Segment Open

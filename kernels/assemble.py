"""Assembly kernels: region codes in, class codes, class table and row segments out.

Every interior cell's normalised equation (the contract's, divided by its
diagonal) depends only on the regions of the cell and of its 4 neighbours.
So a cell's *class* is that 5-tuple, encoded as one int64 *key*

    key = (((r_P * B + r_N) * B + r_S) * B + r_W) * B + r_E,   B = regions + 1,

where the image border is region number B - 1 (it behaves like ``outside``).
Class 0 means "not an unknown". A *bulk* cell (all 5 regions equal) gets its
region's bulk class without any search; the other interior cells (next to a
boundary or an interface, O(perimeter) of them) are keyed, the distinct keys
sorted, and each such cell finds its class by binary search.

Arrays (all image order; ``cls`` is padded by one cell on every side):
- ``codes`` (rows, cols) uint8: region index per pixel;
- ``interior`` (regions,) uint8: 1 where the region is interior;
- ``cls`` (rows + 2, cols + 2) uint8/uint16/uint32: class per cell;
- ``table`` (classes, 5) float64: wN, wS, wW, wE, q of each class;
- ``diag`` (classes,) float64: the unnormalised diagonal D of each class.

The kernels know nothing of the case file: the caller passes per-region
property arrays (see :func:`class_table`).
"""

import numpy as np
from numba import prange
from relaxtui.kernels._jit import kernel

# Region kinds as integers (the order of relaxtui.case.model.KINDS).
INTERIOR, FIXED, OUTSIDE, FLUX, CONVECTION = 0, 1, 2, 3, 4


@kernel(inline=True)
def face_conductance(a, b):
    """The harmonic mean 2ab/(a + b) of two positive conductivities, without overflow or underflow.

    Written as 2 k_min / (1 + k_min/k_max): the ratio lies in (0, 1], so the
    result is within rounding of the textbook form wherever that one is finite,
    and stays finite for any positive float64 inputs (1e160 squared would not).
    """
    lo = a if a < b else b
    hi = b if a < b else a
    return lo / (0.5 + 0.5 * (lo / hi))


@kernel(inline=True)
def film_conductance(coefficient, kp, h):
    """U h = h / (1/coefficient + h/(2 k_P)) of a convection face, without overflow or underflow.

    The same number as 1 / (1/(coefficient h) + 1/(2 k_P)): half the harmonic
    mean of coefficient * h and 2 k_P.
    """
    return 0.5 * face_conductance(coefficient * h, 2.0 * kp)


@kernel(inline=True)
def _is_bulk(codes, i, j, r):
    rows, cols = codes.shape
    if i == 0 or j == 0 or i == rows - 1 or j == cols - 1:
        return False
    return codes[i - 1, j] == r and codes[i + 1, j] == r and codes[i, j - 1] == r and codes[i, j + 1] == r


@kernel(inline=True)
def _key(codes, i, j, border):
    rows, cols = codes.shape
    base = border + 1
    rn = codes[i - 1, j] if i > 0 else border
    rs = codes[i + 1, j] if i < rows - 1 else border
    rw = codes[i, j - 1] if j > 0 else border
    re = codes[i, j + 1] if j < cols - 1 else border
    return (((np.int64(codes[i, j]) * base + rn) * base + rs) * base + rw) * base + re


@kernel(parallel=True)
def edge_keys(codes, interior, border):
    """The distinct keys of the non-bulk interior cells, and counts.

    Returns (keys, key_cells, region_cells): ``keys`` sorted (int64), the
    number of cells with each key, and the number of cells of each region
    (int64, (border,)).
    """
    rows, cols = codes.shape
    nreg = border
    nblk = min(rows, 64)
    counts = np.zeros(rows, dtype=np.int64)
    per_block = np.zeros((nblk, nreg), dtype=np.int64)
    for b in prange(nblk):
        for i in range(b * rows // nblk, (b + 1) * rows // nblk):
            n = 0
            for j in range(cols):
                r = codes[i, j]
                per_block[b, r] += 1
                if interior[r] != 0 and not _is_bulk(codes, i, j, r):
                    n += 1
            counts[i] = n
    region_cells = np.zeros(nreg, dtype=np.int64)
    for b in range(nblk):
        for r in range(nreg):
            region_cells[r] += per_block[b, r]
    offsets = np.zeros(rows + 1, dtype=np.int64)
    for i in range(rows):
        offsets[i + 1] = offsets[i] + counts[i]
    keys = np.empty(offsets[rows], dtype=np.int64)
    for i in prange(rows):
        k = offsets[i]
        for j in range(cols):
            r = codes[i, j]
            if interior[r] != 0 and not _is_bulk(codes, i, j, r):
                keys[k] = _key(codes, i, j, border)
                k += 1
    keys.sort()
    distinct = 0
    for k in range(keys.shape[0]):
        if k == 0 or keys[k] != keys[k - 1]:
            distinct += 1
    out = np.empty(distinct, dtype=np.int64)
    cells = np.zeros(distinct, dtype=np.int64)
    d = -1
    for k in range(keys.shape[0]):
        if k == 0 or keys[k] != keys[k - 1]:
            d += 1
            out[d] = keys[k]
        cells[d] += 1
    return out, cells, region_cells


@kernel(parallel=True)
def assign_classes(codes, interior, border, bulk_class, edge_keys, edge_base, cls):
    """Fill the padded class array ``cls`` (zero on entry) in place.

    Bulk cells of region r get ``bulk_class[r]``; a non-bulk interior cell
    gets ``edge_base + position of its key in the sorted edge_keys``.
    """
    rows, cols = codes.shape
    for i in prange(rows):
        for j in range(cols):
            r = codes[i, j]
            if interior[r] == 0:
                continue
            if _is_bulk(codes, i, j, r):
                cls[i + 1, j + 1] = bulk_class[r]
            else:
                cls[i + 1, j + 1] = edge_base + np.searchsorted(edge_keys, _key(codes, i, j, border))


@kernel
def class_table(class_keys, border, kind, conductivity, fixed_conductivity, value, flux, coefficient, ambient, source, h, table, diag):
    """Fill ``table`` (classes, 5) and ``diag`` (classes,) from each class's key (class 0: key < 0, left zero).

    Per region (index < border): ``kind``, ``conductivity`` (interior k),
    ``fixed_conductivity`` (k of a fixed region, <= 0 when it has none: the
    face then uses k_P), ``value`` (fixed), ``flux``, ``coefficient`` and
    ``ambient`` (convection), ``source`` (interior). ``h`` is the cell size.
    A class whose diagonal is 0 (an interior cell with no domain neighbour
    and no convection face) gets diag 0 and a zero row; the caller rejects it.
    """
    base = border + 1
    for c in range(class_keys.shape[0]):
        key = class_keys[c]
        if key < 0:
            continue
        re = key % base
        key //= base
        rw = key % base
        key //= base
        rs = key % base
        key //= base
        rn = key % base
        rp = key // base
        kp = conductivity[rp]
        d = 0.0
        b = 0.0
        g = np.zeros(4)
        for side in range(4):
            rx = rn if side == 0 else (rs if side == 1 else (rw if side == 2 else re))
            if rx == border:
                continue
            kx = kind[rx]
            if kx == INTERIOR:
                kn = conductivity[rx]
                gx = face_conductance(kp, kn)
                g[side] = gx
                d += gx
            elif kx == FIXED:
                kn = fixed_conductivity[rx]
                if kn <= 0.0:
                    kn = kp
                gx = face_conductance(kp, kn)
                d += gx
                b += gx * value[rx]
            elif kx == FLUX:
                b += flux[rx] * h
            elif kx == CONVECTION:
                uh = film_conductance(coefficient[rx], kp, h)
                d += uh
                b += uh * ambient[rx]
        b += source[rp] * h * h
        diag[c] = d
        if d > 0.0:
            for side in range(4):
                table[c, side] = g[side] / d
            table[c, 4] = b / d


@kernel(inline=True)
def _scan_row(cls, i, min_run, out_start, out_end, out_class, k0, write):
    """Split padded row i (cells 1..cols) into segments; return the count (and write them if asked).

    A run of one nonzero class of at least ``min_run`` cells is a *bulk*
    segment (its class, constant weights); a run of class 0 that long is
    skipped; everything in between forms *mixed* segments (class -1: a
    weight gather per cell, class 0 cells masked). Mixed segments holding no
    unknown are dropped.
    """
    last = cls.shape[1] - 2
    k = k0
    j = 1
    mixed_start = -1
    mixed_any = False
    while j <= last:
        c = cls[i, j]
        e = j + 1
        while e <= last and cls[i, e] == c:
            e += 1
        if e - j >= min_run:
            if mixed_start >= 0:
                if mixed_any:
                    if write:
                        out_start[k] = mixed_start
                        out_end[k] = j
                        out_class[k] = -1
                    k += 1
                mixed_start = -1
                mixed_any = False
            if c != 0:
                if write:
                    out_start[k] = j
                    out_end[k] = e
                    out_class[k] = c
                k += 1
        else:
            if mixed_start < 0:
                mixed_start = j
            if c != 0:
                mixed_any = True
        j = e
    if mixed_start >= 0 and mixed_any:
        if write:
            out_start[k] = mixed_start
            out_end[k] = last + 1
            out_class[k] = -1
        k += 1
    return k - k0


@kernel(parallel=True)
def segments(cls, min_run):
    """Row segments of the padded class array (see :func:`_scan_row`).

    Returns (row_ptr, seg_start, seg_end, seg_class): row i's segments are
    ``row_ptr[i]:row_ptr[i + 1]`` (int64, (rows + 3,)); start and end (int32)
    are padded column indices, class (int64) > 0 for bulk, -1 for mixed.
    """
    n = cls.shape[0]
    counts = np.zeros(n, dtype=np.int64)
    dummy32 = np.zeros(1, dtype=np.int32)
    dummy64 = np.zeros(1, dtype=np.int64)
    for i in prange(1, n - 1):
        counts[i] = _scan_row(cls, i, min_run, dummy32, dummy32, dummy64, 0, False)
    row_ptr = np.zeros(n + 1, dtype=np.int64)
    for i in range(n):
        row_ptr[i + 1] = row_ptr[i] + counts[i]
    total = row_ptr[n]
    seg_start = np.empty(total, dtype=np.int32)
    seg_end = np.empty(total, dtype=np.int32)
    seg_class = np.empty(total, dtype=np.int64)
    for i in prange(1, n - 1):
        _scan_row(cls, i, min_run, seg_start, seg_end, seg_class, row_ptr[i], True)
    return row_ptr, seg_start, seg_end, seg_class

Segment Closed

TASK ITEM:
Write out the records exactly, starting at the first line and stopping after the line that contains "region's bulk class".

OUTPUT FOR THIS TASK:
filename kernels/assemble.py
"""Assembly kernels: region codes in, class codes, class table and row segments out.

Every interior cell's normalised equation (the contract's, divided by its
diagonal) depends only on the regions of the cell and of its 4 neighbours.
So a cell's *class* is that 5-tuple, encoded as one int64 *key*

    key = (((r_P * B + r_N) * B + r_S) * B + r_W) * B + r_E,   B = regions + 1,

where the image border is region number B - 1 (it behaves like ``outside``).
Class 0 means "not an unknown". A *bulk* cell (all 5 regions equal) gets its
region's bulk class without any search; the other interior cells (next to a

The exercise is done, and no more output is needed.